Les bâtiments durables c’est bien, mais il va falloir des décennies pour remplacer le parc de bâtiments existants. Aller plus vite que le remplacement naturel, c’est une bonne façon de gaspiller des ressources. Malheureusement, l’industrie de la construction est celle qui fait le plus rouler l’économie et c’est celle qui laisse des objets visibles. De sorte qu’une politique visant à minimiser les infrastructures garantit automatiquement une crise économique et la perte d’emploi au politicien qui l’a proposé.

Le second bras de levier important, c’est la nourriture. En particulier, réduire la consommation de viande rouge. Attention, ce n’est pas miraculeux. Vous pouvez réduire significativement votre empreinte écologique, mais cela n’élimine pas le problème loin de là. Et, c’est vraiment le changement de menu qui est important, le bio et le local ne changent pas grand-chose et peuvent être souvent contre-productifs. Évidemment, c’est le genre de politiques qui assure la non-élection des représentants des régions, car elles assurent un appauvrissement généralisé des agriculteurs. Cependant, ce qui pourrait être payant à court terme, c’est de réduire la taille des tracteurs et de minimiser le labour.

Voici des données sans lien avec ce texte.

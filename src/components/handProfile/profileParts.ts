import type { ConclusionView } from '@shared/conclusions.ts'

/** '3', or '3, 1 draft': how many there are and what is still open. */
export function countWords(all: readonly { lockedAt: string | null; replacedById: string | null }[]): string {
  const holding = all.filter(({ replacedById }) => replacedById === null)
  if (holding.length === 0) return 'none'
  const drafts = holding.filter(({ lockedAt }) => lockedAt === null).length
  return drafts === 0 ? String(holding.length) : `${holding.length}, ${drafts} in draft`
}

/** The conclusion to go to: the one being written, else the one that holds; null when there is none. */
export const currentConclusion = (conclusions: readonly ConclusionView[]): ConclusionView | null =>
  conclusions.find(({ state }) => state === 'draft') ??
  conclusions.find(({ replacedById }) => replacedById === null) ??
  null
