// Triggers as the clinic's advice library sets them: the sources of each item stand beside it in the library;
// thresholds without a published figure (offset -3 cm, 40 cm of space, 45° to the board) are the clinic's own.
const rows: Row[] = [
  {
    id: 'W01',
    age: 8,
    yes: [{ paperOffsetCm: 0 }, { paperOffsetCm: 12 }, { paperOffsetCm: -2.9 }],
    no: [{ paperOffsetCm: -3 }, { paperOffsetCm: -10 }],
    unknown: { paperOffsetCm: null },
  },
  {
    id: 'W02',
    age: 8,
    yes: [{ paperTiltDegrees: 0 }, { paperTiltDegrees: 14 }, { paperTiltDegrees: -30 }],
    no: [{ paperTiltDegrees: 15 }, { paperTiltDegrees: 35 }],
    unknown: { paperTiltDegrees: null },
  },
  {
    id: 'W03',
    age: 8,
    yes: [{ otherHandSteadies: 'no' }, { otherHandSteadies: 'partly' }],
    no: [{ otherHandSteadies: 'yes' }],
    unknown: { otherHandSteadies: null },
  },
  {
    id: 'W04',
    age: 8,
    yes: [{ wristBendsLowOnPage: true }],
    no: [{ wristBendsLowOnPage: false }],
    unknown: { wristBendsLowOnPage: null },
  },
  {
    id: 'W05',
    age: 8,
    yes: [
      { fingerToTipMm: 19 },
      { smudge: 'light' },
      { smudge: 'heavy' },
      { fingerToTipMm: 30, smudge: 'light' },
    ],
    no: [{ fingerToTipMm: 20 }, { smudge: 'none' }],
    unknown: { fingerToTipMm: null, smudge: null },
  },
  {
    id: 'W06',
    age: 8,
    yes: [{ grip: 'dynamic_tripod' }, { grip: 'lateral_quadrupod' }],
    no: [{ grip: 'palmar' }, { grip: 'changing' }],
    unknown: { grip: null },
  },
  {
    id: 'W07',
    age: 7,
    yes: [{ wristPosture: 'above_line' }],
    no: [{ wristPosture: 'below_line' }, { wristPosture: 'beside_line' }],
    unknown: { wristPosture: null },
  },
  {
    id: 'W08',
    age: 8,
    yes: [{ wristPosture: 'above_line', painAfter: 0, legiblePercent: 90 }],
    no: [
      { wristPosture: 'above_line', painAfter: 1, legiblePercent: 96 },
      { wristPosture: 'above_line', painAfter: 0, legiblePercent: 89.9 },
      { wristPosture: 'below_line', painAfter: 0, legiblePercent: 96 },
    ],
    unknown: { wristPosture: 'above_line', painAfter: null, legiblePercent: 96 },
  },
  {
    id: 'W09',
    age: 8,
    yes: [{ wristExtensionDegrees: -15 }],
    no: [{ wristExtensionDegrees: 0 }, { wristExtensionDegrees: 30 }],
    unknown: { wristExtensionDegrees: null },
  },
  {
    id: 'W10',
    age: 8,
    yes: [{ pressure: 'heavy' }],
    no: [{ pressure: 'medium' }, { pressure: 'light' }],
    unknown: { pressure: null },
  },
  {
    id: 'W11',
    age: 8,
    yes: [{ slantRemarked: true }],
    no: [{ slantRemarked: false }],
    unknown: { slantRemarked: null },
  },
  {
    id: 'W12',
    age: 6,
    yes: [{ startsAtRight: true }, { mirrorWords: true }],
    no: [{ startsAtRight: false, mirrorWords: false }],
    unknown: { startsAtRight: null, mirrorWords: null },
  },
  {
    id: 'W13',
    age: 6,
    yes: [{ reversals: 1 }, { reversals: 9 }],
    no: [{ reversals: 0 }],
    unknown: { reversals: null },
  },
  {
    id: 'W14',
    age: 6,
    yes: [{ crossStrokeTrouble: true }],
    no: [{ crossStrokeTrouble: false }],
    unknown: { crossStrokeTrouble: null },
  },
  {
    id: 'W15',
    age: 6,
    yes: [{ writingStage: 'learning_letters' }],
    no: [{ writingStage: 'writing' }, { writingStage: 'first_strokes' }],
    unknown: { writingStage: null },
  },
  {
    id: 'W16',
    age: 5,
    yes: [{ writingStage: 'first_strokes' }],
    no: [{ writingStage: 'learning_letters' }],
    unknown: { writingStage: null },
  },
  {
    id: 'W17',
    age: 8,
    yes: [{ copyingSlow: true }],
    no: [{ copyingSlow: false }],
    unknown: { copyingSlow: null },
  },
  {
    id: 'W18',
    age: 8,
    yes: [{ handCoversModel: true }],
    no: [{ handCoversModel: false }],
    unknown: { handCoversModel: null },
  },
  {
    id: 'W19',
    age: 8,
    yes: [{ goalTopics: ['handwriting'] }, { goalTopics: ['handwriting'], painAfter: 3 }],
    no: [{ goalTopics: ['dressing'] }, { goalTopics: ['handwriting'], painAfter: 4 }],
    unknown: { goalTopics: [] },
  },
  {
    id: 'W20',
    age: 8,
    yes: [{ concerns: ['speed'] }, { concerns: ['speed'], lettersPerMinute: 41 }],
    no: [{ concerns: ['handwriting'], lettersPerMinute: 41 }],
    unknown: { concerns: [] },
  },
  {
    id: 'W21',
    age: 8,
    yes: [{ painAfter: 3 }, { painAfter: 10 }],
    no: [{ painAfter: 0 }, { painAfter: 2.9 }],
    unknown: { painAfter: null },
  },
  {
    id: 'W22',
    age: 8,
    yes: [{ scriptDirection: 'rtl' }, { scriptDirection: 'both' }],
    no: [{ scriptDirection: 'ltr' }],
    unknown: { scriptDirection: null },
  },
  {
    id: 'T01',
    age: 6,
    yes: [{ cuttingHand: 'left' }, { cuttingHand: 'left', writingHand: null }],
    no: [{ cuttingHand: 'right' }, { cuttingHand: 'swaps' }],
    unknown: { cuttingHand: null },
  },
  {
    id: 'T02',
    age: 6,
    yes: [{ cuttingHand: 'left', sharesScissorPot: true }],
    no: [
      { cuttingHand: 'left', sharesScissorPot: false },
      { cuttingHand: 'right', sharesScissorPot: true },
    ],
    unknown: { cuttingHand: 'left', sharesScissorPot: null },
  },
  {
    id: 'T03',
    age: 6,
    yes: [{ cuttingHand: 'left', cuttingStage: 'jagged' }],
    no: [
      { cuttingHand: 'left', cuttingStage: 'steady' },
      { cuttingHand: 'right', cuttingStage: 'jagged' },
    ],
    unknown: { cuttingHand: 'left', cuttingStage: null },
  },
  {
    id: 'T04',
    age: 6,
    yes: [{ cuttingHand: 'right', cuttingStage: 'steady' }],
    no: [
      { cuttingHand: 'right', cuttingStage: 'jagged' },
      { cuttingHand: 'left', cuttingStage: 'steady' },
    ],
    unknown: { cuttingHand: 'right', cuttingStage: null },
  },
  {
    id: 'T05',
    age: 6,
    yes: [
      { cuttingHand: 'left' },
      { cuttingHand: 'right', cuttingStage: 'steady' },
      { cuttingStage: 'starting' },
    ],
    no: [{ cuttingHand: 'right', cuttingStage: 'jagged' }],
    unknown: { cuttingHand: null, cuttingStage: null },
  },
  {
    id: 'T06',
    age: 4,
    yes: [{ cuttingStage: 'starting' }, { cuttingStage: 'starting', writingHand: 'right' }],
    no: [{ cuttingStage: 'steady' }],
    unknown: { cuttingStage: null },
  },
  {
    id: 'T07',
    age: 8,
    yes: [{ rulerTrouble: true }],
    no: [{ rulerTrouble: false }],
    unknown: { rulerTrouble: null },
  },
  {
    id: 'T08',
    age: 8,
    yes: [{ sharpenerTrouble: true }],
    no: [{ sharpenerTrouble: false }],
    unknown: { sharpenerTrouble: null },
  },
  {
    id: 'T09',
    age: 8,
    yes: [{ smudge: 'light' }, { smudge: 'heavy' }],
    no: [{ smudge: 'none' }],
    unknown: { smudge: null },
  },
  {
    id: 'T10',
    age: 8,
    yes: [{ smudge: 'heavy' }, { paperTears: true }],
    no: [{ smudge: 'none', paperTears: false }],
    unknown: { smudge: null, paperTears: null },
  },
  {
    id: 'T11',
    age: 8,
    yes: [{ ringsUnderArm: true }],
    no: [{ ringsUnderArm: false }],
    unknown: { ringsUnderArm: null },
  },
  {
    id: 'T12',
    age: 8,
    yes: [{ usesWipeBoard: true }],
    no: [{ usesWipeBoard: false }],
    unknown: { usesWipeBoard: null },
  },
  {
    id: 'T13',
    age: 8,
    yes: [{ slumps: true }, { wristPosture: 'above_line' }],
    no: [{ slumps: false, wristPosture: 'below_line' }],
    unknown: { slumps: null, wristPosture: null },
  },
  {
    id: 'S01',
    age: 8,
    yes: [{ elbowClash: true }, { deskType: 'double' }, { deskType: 'double', seatSide: 'right' }],
    no: [
      { elbowClash: false, deskType: 'single' },
      { deskType: 'double', seatSide: 'left' },
    ],
    unknown: { elbowClash: null, deskType: null },
  },
  {
    id: 'S02',
    age: 8,
    yes: [{ leftClearanceCm: 0 }, { leftClearanceCm: 39 }],
    no: [{ leftClearanceCm: 40 }],
    unknown: { leftClearanceCm: null },
  },
  {
    id: 'S03',
    age: 8,
    yes: [{ boardAngleDegrees: 46 }, { boardAngleDegrees: -60 }],
    no: [{ boardAngleDegrees: 45 }, { boardAngleDegrees: 0 }],
    unknown: { boardAngleDegrees: null },
  },
  {
    id: 'S04',
    age: 8,
    yes: [{ lightSide: 'left' }],
    no: [{ lightSide: 'right' }, { lightSide: 'above' }],
    unknown: { lightSide: null },
  },
  {
    id: 'S05',
    age: 8,
    yes: [
      { feetFlat: false },
      { deskAboveElbowCm: 5.1 },
      { deskAboveElbowCm: 2.4 },
      { deskAboveElbowCm: -3 },
    ],
    no: [{ feetFlat: true, deskAboveElbowCm: 2.5 }, { deskAboveElbowCm: 5 }],
    unknown: { feetFlat: null, deskAboveElbowCm: null },
  },
  {
    id: 'S06',
    age: 11,
    yes: [{ deskType: 'side_tablet', tabletSide: 'right' }],
    no: [
      { deskType: 'side_tablet', tabletSide: 'left' },
      { deskType: 'single', tabletSide: null },
    ],
    unknown: { deskType: 'side_tablet', tabletSide: null },
  },
  {
    id: 'S07',
    age: 8,
    yes: [{ leftHandersGrouped: true }],
    no: [{ leftHandersGrouped: false }],
    unknown: { leftHandersGrouped: null },
  },
  {
    id: 'H01',
    age: 5,
    yes: [
      { handPreference: 'unclear' },
      { handPreference: 'left_emerging' },
      { handPreference: 'right_emerging' },
    ],
    no: [{ handPreference: 'left_settled' }],
    unknown: { handPreference: null },
  },
  {
    id: 'H02',
    age: 5,
    yes: [{ swapsWithinTask: true }, { handPreference: 'swaps_within_task' }],
    no: [{ swapsWithinTask: false, handPreference: 'mixed_steady_by_task' }],
    unknown: { swapsWithinTask: null, handPreference: null },
  },
  {
    id: 'H08',
    age: 6,
    yes: [
      { concerns: ['pressure_to_switch'] },
      { askedToSwitch: true },
      { askedToSwitch: true, writingHand: 'right' },
    ],
    no: [{ concerns: ['handwriting'], askedToSwitch: false }],
    unknown: { concerns: [], askedToSwitch: null },
  },
  {
    id: 'H09',
    age: 8,
    yes: [{ sidesCrossed: true }],
    no: [{ sidesCrossed: false }],
    unknown: { sidesCrossed: null },
  },
  {
    id: 'K01',
    age: 8,
    yes: [{ usesMouse: true }, { goalTopics: ['computer'] }],
    no: [{ usesMouse: false }],
    unknown: { usesMouse: null },
  },
  {
    id: 'K02',
    age: 9,
    yes: [{ goalTopics: ['speed'] }, { goalTopics: ['pain'] }],
    no: [{ goalTopics: ['handwriting'] }],
    unknown: { goalTopics: [] },
  },
  {
    id: 'E01',
    age: 10,
    yes: [{ examWithinThreeMonths: true }],
    no: [{ examWithinThreeMonths: false }],
    unknown: { examWithinThreeMonths: null },
  },
  {
    id: 'E02',
    age: 12,
    yes: [{ speedMeasuredLow: true }, { painAfter: 4 }],
    no: [{ speedMeasuredLow: false, painAfter: 3 }],
    unknown: { speedMeasuredLow: null, painAfter: null },
  },
  {
    id: 'X04',
    age: 8,
    yes: [{}],
    no: [{ writingHand: 'right' }, { writingHand: 'swaps' }],
    unknown: { writingHand: null },
  },
]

Pour le reste, avoir une voiture électrique aide un peu, mais c’est mieux de ne pas en avoir du tout. Le transport en commun c’est bien, mais s’il faut faire des infrastructures, il faut s’assurer qu’elles soient utilisées au mieux. Vous pouvez aussi sacrifier vos animaux domestiques et les voyages en avion, si le cœur vous en dit.

Rendu à ce point de la lecture, vous auriez normalement dû comprendre que pacte de transition écologique ou pas, cela ne changera pas fondamentalement la nature du problème. Seules des mesures coercitives extrêmes pourraient permettre une telle transition de façon efficace. La logique est simple : il faut rationner les ressources afin de tenir compte de l’existence de limites biophysiques.

Cette dernière solution étant totalement inacceptable à la majorité de la population, je peux vous garantir que la transition écologique n’aura pas lieu volontairement. Dans les démocraties modernes, elle est politiquement insoutenable, car elle est contraire à l’intérêt personnel d’une trop grande partie de la population pour qu’elle s’effectue sans heurt. Les gilets jaunes en France en sont un bon exemple.

Face à ce constat, que reste-t-il ? Comme dit Hubert Reeves « Faisons comme si ce n’était pas foutu ». Continuer les petits gestes en espérant gagner assez de temps pour que la transition se fasse relativement en douceur. De toute façon, la décroissance arrivera toute seule d’elle même vers 2030, si la tendance historique se maintient. Après, ce ne sera qu’une gestion de crise permanente.